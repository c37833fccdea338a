// SPDX-FileCopyrightText: The Vialkeeper developers
// SPDX-License-Identifier: GPL-3.0-or-later
#include <QAbstractItemModelTester>
#include <catch2/catch.hpp>

#include "ui/models/charge_table_model.h"
#include "ui/models/charge_trail.h"
#include "ui/models/qt_text.h"
#include "ui/workplace_fixture.h"

// The charge as a table, against the notebook file itself.
using namespace vialkeeper;
using Model = ui::ChargeTableModel;

namespace {

struct Bench {
  tests::WorkplaceFixture fixture;
  std::unique_ptr<ui::NotebookLink> link = fixture.link();
  ui::ActionHistory history;
  ui::OpenRun run{*link, history};
  ui::ChangeReason reason{run};
  Model model{run, reason};
  QAbstractItemModelTester tester{&model, QAbstractItemModelTester::FailureReportingMode::Fatal};

  Bench() { REQUIRE(run.open(fixture.addRun(*link))); }

  [[nodiscard]] QModelIndex cell(const std::string& key, int column) const {
    REQUIRE(model.rowOf(key) >= 0);
    return model.index(model.rowOf(key), column);
  }
  [[nodiscard]] std::string shown(const std::string& key, int column) const {
    return cell(key, column).data().toString().toStdString();
  }
  bool type(const std::string& key, int column, const char* typed) {
    return model.setData(cell(key, column), QString::fromUtf8(typed), Qt::EditRole);
  }
  [[nodiscard]] QStringList faults(const std::string& key) const {
    return cell(key, 0).data(Model::kFaultsRole).toStringList();
  }
  [[nodiscard]] std::size_t changes() const {
    return link->notebook().history(run.run().n)->size();
  }
};

}  // namespace

TEST_CASE("the table shows what is written, what follows from it and what to weigh",
          "[ui][identity]") {
  Bench bench;
  REQUIRE(bench.model.rowCount() == 6);
  CHECK(bench.shown("nickel", Model::kComponent) == "nickel(II) bromide glyme");
  CHECK(bench.shown("nickel", Model::kAmount) == "5 mol%");
  CHECK(bench.shown("nickel", Model::kMillimoles) == "0.0100");
  CHECK(bench.shown("nickel", Model::kRatio) == "5.00 mol%");
  CHECK(bench.shown("nickel", Model::kTarget) == "3.18 mg");
  CHECK(bench.shown("nickel", Model::kWeighed).empty());
  CHECK(bench.cell("nickel", 0)
            .data(Model::kSecondLineRole)
            .toString()
            .startsWith(QStringLiteral("cocatalyst · solid, 97 %")));
  CHECK_FALSE(bench.cell("nickel", 0).data(Model::kNoticesRole).toStringList().isEmpty());
  CHECK(bench.shown("mecn", Model::kAmount) == "9 parts");
  CHECK(bench.shown("mecn", Model::kMillimoles).empty());
}

TEST_CASE("only what a person writes can be edited", "[ui][identity]") {
  Bench bench;
  for (int column = 0; column < Model::kColumns; ++column) {
    const bool editable = (bench.model.flags(bench.cell("acid", column)) & Qt::ItemIsEditable) != 0;
    CHECK(editable == (column == Model::kAmount || column == Model::kWeighed));
  }
}

TEST_CASE("an amount is taken in every way people write it, and the other columns follow",
          "[ui][identity]") {
  const auto [typed, shown, mmol] = GENERATE(table<const char*, const char*, const char*>({
      {"7 mol%", "7 mol%", "0.0140"},
      {"0.2 equiv", "0.2 equiv", "0.0400"},
      {"0.02 mmol", "0.02 mmol", "0.0200"},
      {"0,03 mmol", "0.03 mmol", "0.0300"},
      {"300 uL", "300 µL", "0.0300"},
      {"20 mM", "20 mM", "0.0400"},
      {"15", "15 mol%", "0.0300"},
  }));
  INFO(typed);
  Bench bench;
  REQUIRE(bench.type("acid", Model::kAmount, typed));
  CHECK(bench.shown("acid", Model::kAmount) == shown);
  CHECK(bench.shown("acid", Model::kMillimoles) == mmol);
  CHECK(bench.faults("acid").isEmpty());
}

TEST_CASE("a mass is an amount where something is weighed", "[ui][identity]") {
  Bench bench;
  REQUIRE(bench.type("nickel", Model::kAmount, "4.0 mg"));
  CHECK(bench.shown("nickel", Model::kTarget) == "4.00 mg");
}

TEST_CASE("a refused amount stays in its cell with its sentence and writes nothing",
          "[ui][identity]") {
  const auto* typed = GENERATE("5 bar", "five", "", "-2 mol%", "0 mg", "3 parts", "1e999 mg",
                               "\xF0\x9F\x92\xA7", "5 mol% 3 mg");
  INFO(typed);
  Bench bench;
  const std::size_t before = bench.changes();
  CHECK_FALSE(bench.type("acid", Model::kAmount, typed));
  CHECK(bench.shown("acid", Model::kAmount) == typed);
  CHECK(bench.faults("acid").size() == 1);
  CHECK_FALSE(bench.faults("acid").front().isEmpty());
  CHECK(bench.cell("acid", Model::kAmount).data(Model::kIsKeptRole).toBool());
  CHECK(bench.changes() == before);
  CHECK_FALSE(bench.history.canUndo());
  SECTION("until it is mended") {
    REQUIRE(bench.type("acid", Model::kAmount, "8 mol%"));
    CHECK(bench.shown("acid", Model::kAmount) == "8 mol%");
    CHECK(bench.faults("acid").isEmpty());
  }
  SECTION("or forgotten") {
    CHECK(bench.model.forget(bench.cell("acid", Model::kAmount)));
    CHECK(bench.shown("acid", Model::kAmount) == "10 mol%");
    CHECK(bench.faults("acid").isEmpty());
  }
}

TEST_CASE("a refused weighing stays in its cell and writes nothing", "[ui][identity]") {
  const auto* typed = GENERATE("3.1", "three mg", "3.1 bar", "-2 mg", "50 uL", "1e999 mg");
  INFO(typed);
  Bench bench;
  const std::size_t before = bench.changes();
  CHECK_FALSE(bench.type("nickel", Model::kWeighed, typed));
  CHECK(bench.shown("nickel", Model::kWeighed) == typed);
  CHECK(bench.faults("nickel").size() == 1);
  CHECK(bench.changes() == before);
}

TEST_CASE("a weighing is judged against its target", "[ui][identity]") {
  Bench bench;
  REQUIRE(bench.type("nickel", Model::kWeighed, "3.2 mg"));
  CHECK(bench.shown("nickel", Model::kWeighed) == "3.2 mg");
  CHECK(bench.shown("nickel", Model::kCharged) == "5.03 mol%");
  CHECK(bench.cell("nickel", Model::kCharged).data(Model::kSecondLineRole).toString() ==
        QStringLiteral("0.6 % above"));
  REQUIRE(bench.type("nickel", Model::kWeighed, ""));
  CHECK(bench.shown("nickel", Model::kWeighed).empty());
  bench.history.undo();
  CHECK(bench.shown("nickel", Model::kWeighed) == "3.2 mg");
}

TEST_CASE("a likely slip is asked about in the row before anything is written", "[ui][identity]") {
  Bench bench;
  const std::size_t before = bench.changes();
  CHECK_FALSE(bench.type("nickel", Model::kWeighed, "3.2 g"));
  const QModelIndex cell = bench.cell("nickel", Model::kWeighed);
  CHECK(
      cell.data(Model::kQuestionRole).toString().contains(QStringLiteral("did you mean 3.2 mg?")));
  CHECK(cell.data(Model::kLikelyRole).toString() == QStringLiteral("3.2 mg"));
  CHECK(bench.changes() == before);
  SECTION("it was the likely one") {
    bench.model.takeLikely(cell.row());
    CHECK(bench.shown("nickel", Model::kWeighed) == "3.2 mg");
  }
  SECTION("it was as typed") {
    bench.model.acceptTyped(cell.row());
    CHECK(bench.shown("nickel", Model::kWeighed) == "3.2 g");
  }
  CHECK(cell.data(Model::kQuestionRole).toString().isEmpty());
}

TEST_CASE("a component that is removed comes back by undo", "[ui][identity]") {
  Bench bench;
  bench.model.remove(bench.model.rowOf("acid"));
  CHECK(bench.model.rowOf("acid") == -1);
  CHECK(bench.model.rowCount() == 5);
  bench.history.undo();
  CHECK(bench.model.rowOf("acid") >= 0);
  bench.model.remove(bench.model.rowOf("amine"));
  CHECK(bench.model.rowOf("amine") >= 0);
  CHECK(bench.faults("amine").size() == 1);
}

TEST_CASE("what is being typed is read without being written", "[ui][identity]") {
  Bench bench;
  const std::size_t before = bench.changes();
  const auto good =
      bench.model.preview(bench.cell("nickel", Model::kAmount), QStringLiteral("6 mol%"));
  CHECK_FALSE(good.isFault);
  CHECK(good.text.contains(QStringLiteral("0.0120 mmol")));
  CHECK(bench.model.preview(bench.cell("nickel", Model::kAmount), QStringLiteral("6 bar")).isFault);
  CHECK(bench.model.preview(bench.cell("nickel", Model::kAmount), {}).text.isEmpty());
  const auto weighed =
      bench.model.preview(bench.cell("nickel", Model::kWeighed), QStringLiteral("3.2 mg"));
  CHECK(weighed.text.contains(QStringLiteral("within tolerance")));
  CHECK(bench.changes() == before);
}

TEST_CASE("a change after the charge waits for its reason", "[ui][identity]") {
  Bench bench;
  REQUIRE(bench.type("nickel", Model::kWeighed, "3.2 mg"));
  REQUIRE(bench.run.wantsReason(app::Deed::kChangePlan));
  CHECK_FALSE(bench.type("acid", Model::kAmount, "7 mol%"));
  CHECK(bench.reason.isAsked());
  CHECK(bench.shown("acid", Model::kAmount) == "7 mol%");
  SECTION("given") {
    bench.reason.give(QStringLiteral("  "));
    CHECK(bench.reason.isAsked());
    bench.reason.give(QStringLiteral("the bottle was empty"));
    CHECK_FALSE(bench.reason.isAsked());
    CHECK(bench.run.sheet().planned.plan.find("acid")->amount.asWritten == "7");
    CHECK(bench.faults("acid").isEmpty());
    REQUIRE(bench.type("acid", Model::kAmount, "8 mol%"));
  }
  SECTION("not given") {
    bench.reason.giveUp();
    CHECK(bench.shown("acid", Model::kAmount) == "10 mol%");
    CHECK(bench.faults("acid").isEmpty());
  }
}

TEST_CASE("a plan that somebody else changed is a conflict, not an overwrite", "[ui][identity]") {
  Bench bench;
  {
    const auto other = bench.fixture.other();
    app::Desk desk{*other, bench.fixture.clock(), "MR"};
    REQUIRE(app::editRun(desk, *other->run(bench.run.run().n), {app::AmountEdit{"acid", "3 mol%"}},
                         ""));
  }
  int conflicts = 0;
  QObject::connect(&bench.run, &ui::OpenRun::conflictFound,
                   [&](const ui::Conflict&) { ++conflicts; });
  CHECK_FALSE(bench.type("acid", Model::kAmount, "7 mol%"));
  CHECK(conflicts == 1);
  CHECK(bench.shown("acid", Model::kAmount) == "3 mol%");
}

TEST_CASE("every cell says what it is to a screen reader", "[ui][identity]") {
  Bench bench;
  for (int row = 0; row < bench.model.rowCount(); ++row) {
    for (int column = 0; column < Model::kColumns; ++column)
      CHECK_FALSE(bench.model.index(row, column).data(Qt::AccessibleTextRole).toString().isEmpty());
  }
}

TEST_CASE("every number answers where it is from", "[ui][identity]") {
  Bench bench;
  const auto target = ui::cellTrail(bench.run.sheet(), "nickel", Model::kTarget);
  REQUIRE(target.steps.size() >= 2);
  CHECK(target.steps.first().contains(QStringLiteral("5 mol% × 0.200 mmol")));
  CHECK(target.steps.at(1).contains(QStringLiteral("308.62 g/mol")));
  CHECK_FALSE(target.sources.isEmpty());
  REQUIRE(bench.type("nickel", Model::kWeighed, "3.2 mg"));
  const auto charged = ui::cellTrail(bench.run.sheet(), "nickel", Model::kCharged);
  CHECK(charged.steps.first().toStdString() ==
        "0.0101 mmol = 3.20 mg × 0.97 (assay) ÷ 308.62 g/mol");
  CHECK(charged.steps.at(1).contains(QStringLiteral("(indoline, as planned)")));
  CHECK(charged.sources.last().contains(QStringLiteral("3.2 mg was typed by KW")));
  CHECK_FALSE(ui::chargeNotices(bench.run.sheet()).isEmpty());
}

= = =

Repeat exactly, and only, the run of lines from the start of the material above through the line that holds "ui::ActionHistory history;".

repository c37833fccdea338a
// SPDX-FileCopyrightText: The Vialkeeper developers
// SPDX-License-Identifier: GPL-3.0-or-later
#include <QAbstractItemModelTester>
#include <catch2/catch.hpp>

#include "ui/models/charge_table_model.h"
#include "ui/models/charge_trail.h"
#include "ui/models/qt_text.h"
#include "ui/workplace_fixture.h"

// The charge as a table, against the notebook file itself.
using namespace vialkeeper;
using Model = ui::ChargeTableModel;

namespace {

struct Bench {
  tests::WorkplaceFixture fixture;
  std::unique_ptr<ui::NotebookLink> link = fixture.link();
  ui::ActionHistory history;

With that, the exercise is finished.